Stored items
def _figures_json(fig: dict) -> dict:
    """The JSON figures of a wire computed at the ranking frequencies then the report's centre frequency."""
    return {
        "effective_height_m": float(fig["effective_height_m"][-1]),
        "effective_height_by_frequency_m": [float(v) for v in fig["effective_height_m"][:-1]],
        "capacitance_f": float(fig["capacitance_f"][-1]),
        "static_capacitance_f": float(fig["static_capacitance_f"][-1]),
        "radiation_resistance_ohm": float(fig["radiation_resistance_ohm"][-1]),
        "conductor_loss_ohm": float(fig["conductor_loss_ohm"][-1]),
        "earth_resistance_ohm": float(fig["ground_loss_ohm"][-1]),
        "loss_resistance_ohm": float(fig["loss_resistance_ohm"][-1]),
        "available_power_w": float(fig["available_power_w"][-1]),
        "shape": fig["shape"],
    }


def _report_score(objective, fig) -> float:
    """The ranking score of figures computed at the ranking frequencies (the last column, the centre, left out)."""
    he = fig["effective_height_m"][None, :-1]
    if objective["kind"] == "stations":
        return float(station_score_db(he, fig["radiation_resistance_ohm"][None, :-1],
                                      fig["conductor_loss_ohm"][None, :-1], objective["field_v_per_m"],
                                      objective["earth_ohm"])[0])
    return float(height_capacitance_score_db(he, fig["static_capacitance_f"][:1])[0])


def _aerial_size(site):
    for w in site.wires:
        if w.role == "aerial":
            return w.size
    from aerial.site.reader import WireSize
    from aerial.core import units

    return WireSize(units.awg_diameter(14) / 2, "copper", "14 AWG (default)")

** What is being asked **
List every line above that holds the word "frequencies".

** Answer **
    """The JSON figures of a wire computed at the ranking frequencies then the report's centre frequency."""
    """The ranking score of figures computed at the ranking frequencies (the last column, the centre, left out)."""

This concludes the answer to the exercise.